----- Records shown -----
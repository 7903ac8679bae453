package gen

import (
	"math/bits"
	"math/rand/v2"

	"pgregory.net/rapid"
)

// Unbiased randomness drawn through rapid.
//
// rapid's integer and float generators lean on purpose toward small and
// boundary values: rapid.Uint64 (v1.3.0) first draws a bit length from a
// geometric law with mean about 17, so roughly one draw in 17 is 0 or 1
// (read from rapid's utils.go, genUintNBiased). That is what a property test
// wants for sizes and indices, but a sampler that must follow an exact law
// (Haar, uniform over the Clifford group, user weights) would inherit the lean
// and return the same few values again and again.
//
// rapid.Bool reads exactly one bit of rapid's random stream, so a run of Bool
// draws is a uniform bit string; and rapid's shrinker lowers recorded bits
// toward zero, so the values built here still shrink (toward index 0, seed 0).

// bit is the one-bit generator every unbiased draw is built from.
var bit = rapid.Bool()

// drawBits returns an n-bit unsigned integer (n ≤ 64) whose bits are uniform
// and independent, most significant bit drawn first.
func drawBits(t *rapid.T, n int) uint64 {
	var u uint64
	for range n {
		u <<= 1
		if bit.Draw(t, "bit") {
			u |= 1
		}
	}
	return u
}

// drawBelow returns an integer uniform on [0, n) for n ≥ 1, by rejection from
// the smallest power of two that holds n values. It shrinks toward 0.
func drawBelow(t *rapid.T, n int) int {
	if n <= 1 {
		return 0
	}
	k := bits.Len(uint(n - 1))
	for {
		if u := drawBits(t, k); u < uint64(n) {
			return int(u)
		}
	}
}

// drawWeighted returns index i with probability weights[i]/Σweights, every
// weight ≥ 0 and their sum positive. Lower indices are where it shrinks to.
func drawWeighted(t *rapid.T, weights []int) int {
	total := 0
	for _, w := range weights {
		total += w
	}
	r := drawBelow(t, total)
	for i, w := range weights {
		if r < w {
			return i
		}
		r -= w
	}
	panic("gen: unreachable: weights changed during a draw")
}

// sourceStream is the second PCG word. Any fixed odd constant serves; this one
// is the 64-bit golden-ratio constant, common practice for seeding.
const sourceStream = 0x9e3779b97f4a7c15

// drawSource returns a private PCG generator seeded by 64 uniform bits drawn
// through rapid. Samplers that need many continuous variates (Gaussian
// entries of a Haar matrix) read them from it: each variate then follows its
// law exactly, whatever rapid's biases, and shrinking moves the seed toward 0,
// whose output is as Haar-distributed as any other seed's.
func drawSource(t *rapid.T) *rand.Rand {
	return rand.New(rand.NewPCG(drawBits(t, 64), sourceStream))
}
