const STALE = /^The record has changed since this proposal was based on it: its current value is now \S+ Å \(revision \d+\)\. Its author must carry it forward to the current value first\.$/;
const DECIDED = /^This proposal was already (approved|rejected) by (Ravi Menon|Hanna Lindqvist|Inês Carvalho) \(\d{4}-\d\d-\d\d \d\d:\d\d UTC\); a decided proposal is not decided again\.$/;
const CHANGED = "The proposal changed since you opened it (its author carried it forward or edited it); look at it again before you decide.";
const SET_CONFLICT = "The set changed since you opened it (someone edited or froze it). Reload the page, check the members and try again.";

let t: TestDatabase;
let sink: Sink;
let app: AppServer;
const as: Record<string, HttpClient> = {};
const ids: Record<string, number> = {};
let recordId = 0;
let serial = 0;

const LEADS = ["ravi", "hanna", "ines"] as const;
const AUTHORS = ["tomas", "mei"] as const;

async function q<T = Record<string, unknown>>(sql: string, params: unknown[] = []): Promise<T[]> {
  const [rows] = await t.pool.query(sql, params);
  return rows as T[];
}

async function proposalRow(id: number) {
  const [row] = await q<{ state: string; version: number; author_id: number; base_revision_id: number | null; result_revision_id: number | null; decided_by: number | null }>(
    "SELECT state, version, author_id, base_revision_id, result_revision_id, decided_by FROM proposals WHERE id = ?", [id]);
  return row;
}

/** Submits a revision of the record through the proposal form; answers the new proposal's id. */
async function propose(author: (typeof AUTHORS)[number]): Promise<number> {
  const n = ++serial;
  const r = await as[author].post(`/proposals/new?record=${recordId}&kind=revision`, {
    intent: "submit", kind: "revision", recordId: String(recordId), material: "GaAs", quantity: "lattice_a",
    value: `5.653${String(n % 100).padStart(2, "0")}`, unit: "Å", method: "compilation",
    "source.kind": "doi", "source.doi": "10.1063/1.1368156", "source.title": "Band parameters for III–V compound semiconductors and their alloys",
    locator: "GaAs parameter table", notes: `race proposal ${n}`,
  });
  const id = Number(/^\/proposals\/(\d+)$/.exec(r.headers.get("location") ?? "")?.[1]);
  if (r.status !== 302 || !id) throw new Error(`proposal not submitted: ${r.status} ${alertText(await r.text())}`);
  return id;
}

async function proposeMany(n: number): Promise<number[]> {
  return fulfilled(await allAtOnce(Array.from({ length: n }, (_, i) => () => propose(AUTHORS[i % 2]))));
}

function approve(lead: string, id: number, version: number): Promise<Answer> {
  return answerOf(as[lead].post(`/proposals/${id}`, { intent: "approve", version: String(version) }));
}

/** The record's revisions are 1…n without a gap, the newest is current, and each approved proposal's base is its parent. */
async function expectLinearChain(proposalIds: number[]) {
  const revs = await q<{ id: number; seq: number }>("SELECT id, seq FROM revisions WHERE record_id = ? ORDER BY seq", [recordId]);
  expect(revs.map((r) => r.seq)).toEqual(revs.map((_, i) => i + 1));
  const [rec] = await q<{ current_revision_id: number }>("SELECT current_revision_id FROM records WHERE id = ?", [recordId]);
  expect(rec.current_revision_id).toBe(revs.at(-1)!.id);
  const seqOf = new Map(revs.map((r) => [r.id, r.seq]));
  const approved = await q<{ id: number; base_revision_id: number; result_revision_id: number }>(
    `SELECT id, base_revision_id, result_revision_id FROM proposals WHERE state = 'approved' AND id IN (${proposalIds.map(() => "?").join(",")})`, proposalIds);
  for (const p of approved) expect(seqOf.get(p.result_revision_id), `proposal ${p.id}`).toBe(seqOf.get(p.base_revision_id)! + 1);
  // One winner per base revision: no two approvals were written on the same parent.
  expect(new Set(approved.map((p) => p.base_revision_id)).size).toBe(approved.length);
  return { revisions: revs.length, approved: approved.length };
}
-----
### [What to do]
Every line of the data above should be output exactly as written.

### [Answer below]
repository 7903ac8679bae453
package gen

import (
	"math/bits"
	"math/rand/v2"

	"pgregory.net/rapid"
)

// Unbiased randomness drawn through rapid.
//
// rapid's integer and float generators lean on purpose toward small and
// boundary values: rapid.Uint64 (v1.3.0) first draws a bit length from a
// geometric law with mean about 17, so roughly one draw in 17 is 0 or 1
// (read from rapid's utils.go, genUintNBiased). That is what a property test
// wants for sizes and indices, but a sampler that must follow an exact law
// (Haar, uniform over the Clifford group, user weights) would inherit the lean
// and return the same few values again and again.
//
// rapid.Bool reads exactly one bit of rapid's random stream, so a run of Bool
// draws is a uniform bit string; and rapid's shrinker lowers recorded bits
// toward zero, so the values built here still shrink (toward index 0, seed 0).

// bit is the one-bit generator every unbiased draw is built from.
var bit = rapid.Bool()

// drawBits returns an n-bit unsigned integer (n ≤ 64) whose bits are uniform
// and independent, most significant bit drawn first.
func drawBits(t *rapid.T, n int) uint64 {
	var u uint64
	for range n {
		u <<= 1
		if bit.Draw(t, "bit") {
			u |= 1
		}
	}
	return u
}

// drawBelow returns an integer uniform on [0, n) for n ≥ 1, by rejection from
// the smallest power of two that holds n values. It shrinks toward 0.
func drawBelow(t *rapid.T, n int) int {
	if n <= 1 {
		return 0
	}
	k := bits.Len(uint(n - 1))
	for {
		if u := drawBits(t, k); u < uint64(n) {
			return int(u)
		}
	}
}

// drawWeighted returns index i with probability weights[i]/Σweights, every
// weight ≥ 0 and their sum positive. Lower indices are where it shrinks to.
func drawWeighted(t *rapid.T, weights []int) int {
	total := 0
	for _, w := range weights {
		total += w
	}
	r := drawBelow(t, total)
	for i, w := range weights {
		if r < w {
			return i
		}
		r -= w
	}
	panic("gen: unreachable: weights changed during a draw")
}

// sourceStream is the second PCG word. Any fixed odd constant serves; this one
// is the 64-bit golden-ratio constant, common practice for seeding.
const sourceStream = 0x9e3779b97f4a7c15

// drawSource returns a private PCG generator seeded by 64 uniform bits drawn
// through rapid. Samplers that need many continuous variates (Gaussian
// entries of a Haar matrix) read them from it: each variate then follows its
// law exactly, whatever rapid's biases, and shrinking moves the seed toward 0,
// whose output is as Haar-distributed as any other seed's.
func drawSource(t *rapid.T) *rand.Rand {
	return rand.New(rand.NewPCG(drawBits(t, 64), sourceStream))
}
const STALE = /^The record has changed since this proposal was based on it: its current value is now \S+ Å \(revision \d+\)\. Its author must carry it forward to the current value first\.$/;
const DECIDED = /^This proposal was already (approved|rejected) by (Ravi Menon|Hanna Lindqvist|Inês Carvalho) \(\d{4}-\d\d-\d\d \d\d:\d\d UTC\); a decided proposal is not decided again\.$/;
const CHANGED = "The proposal changed since you opened it (its author carried it forward or edited it); look at it again before you decide.";
const SET_CONFLICT = "The set changed since you opened it (someone edited or froze it). Reload the page, check the members and try again.";

let t: TestDatabase;
let sink: Sink;
let app: AppServer;
const as: Record<string, HttpClient> = {};
const ids: Record<string, number> = {};
let recordId = 0;
let serial = 0;

const LEADS = ["ravi", "hanna", "ines"] as const;
const AUTHORS = ["tomas", "mei"] as const;

async function q<T = Record<string, unknown>>(sql: string, params: unknown[] = []): Promise<T[]> {
  const [rows] = await t.pool.query(sql, params);
  return rows as T[];
}

async function proposalRow(id: number) {
  const [row] = await q<{ state: string; version: number; author_id: number; base_revision_id: number | null; result_revision_id: number | null; decided_by: number | null }>(
    "SELECT state, version, author_id, base_revision_id, result_revision_id, decided_by FROM proposals WHERE id = ?", [id]);
  return row;
}

/** Submits a revision of the record through the proposal form; answers the new proposal's id. */
async function propose(author: (typeof AUTHORS)[number]): Promise<number> {
  const n = ++serial;
  const r = await as[author].post(`/proposals/new?record=${recordId}&kind=revision`, {
    intent: "submit", kind: "revision", recordId: String(recordId), material: "GaAs", quantity: "lattice_a",
    value: `5.653${String(n % 100).padStart(2, "0")}`, unit: "Å", method: "compilation",
    "source.kind": "doi", "source.doi": "10.1063/1.1368156", "source.title": "Band parameters for III–V compound semiconductors and their alloys",
    locator: "GaAs parameter table", notes: `race proposal ${n}`,
  });
  const id = Number(/^\/proposals\/(\d+)$/.exec(r.headers.get("location") ?? "")?.[1]);
  if (r.status !== 302 || !id) throw new Error(`proposal not submitted: ${r.status} ${alertText(await r.text())}`);
  return id;
}

async function proposeMany(n: number): Promise<number[]> {
  return fulfilled(await allAtOnce(Array.from({ length: n }, (_, i) => () => propose(AUTHORS[i % 2]))));
}

function approve(lead: string, id: number, version: number): Promise<Answer> {
  return answerOf(as[lead].post(`/proposals/${id}`, { intent: "approve", version: String(version) }));
}

/** The record's revisions are 1…n without a gap, the newest is current, and each approved proposal's base is its parent. */
async function expectLinearChain(proposalIds: number[]) {
  const revs = await q<{ id: number; seq: number }>("SELECT id, seq FROM revisions WHERE record_id = ? ORDER BY seq", [recordId]);
  expect(revs.map((r) => r.seq)).toEqual(revs.map((_, i) => i + 1));
  const [rec] = await q<{ current_revision_id: number }>("SELECT current_revision_id FROM records WHERE id = ?", [recordId]);
  expect(rec.current_revision_id).toBe(revs.at(-1)!.id);
  const seqOf = new Map(revs.map((r) => [r.id, r.seq]));
  const approved = await q<{ id: number; base_revision_id: number; result_revision_id: number }>(
    `SELECT id, base_revision_id, result_revision_id FROM proposals WHERE state = 'approved' AND id IN (${proposalIds.map(() => "?").join(",")})`, proposalIds);
  for (const p of approved) expect(seqOf.get(p.result_revision_id), `proposal ${p.id}`).toBe(seqOf.get(p.base_revision_id)! + 1);
  // One winner per base revision: no two approvals were written on the same parent.
  expect(new Set(approved.map((p) => p.base_revision_id)).size).toBe(approved.length);
  return { revisions: revs.length, approved: approved.length };
}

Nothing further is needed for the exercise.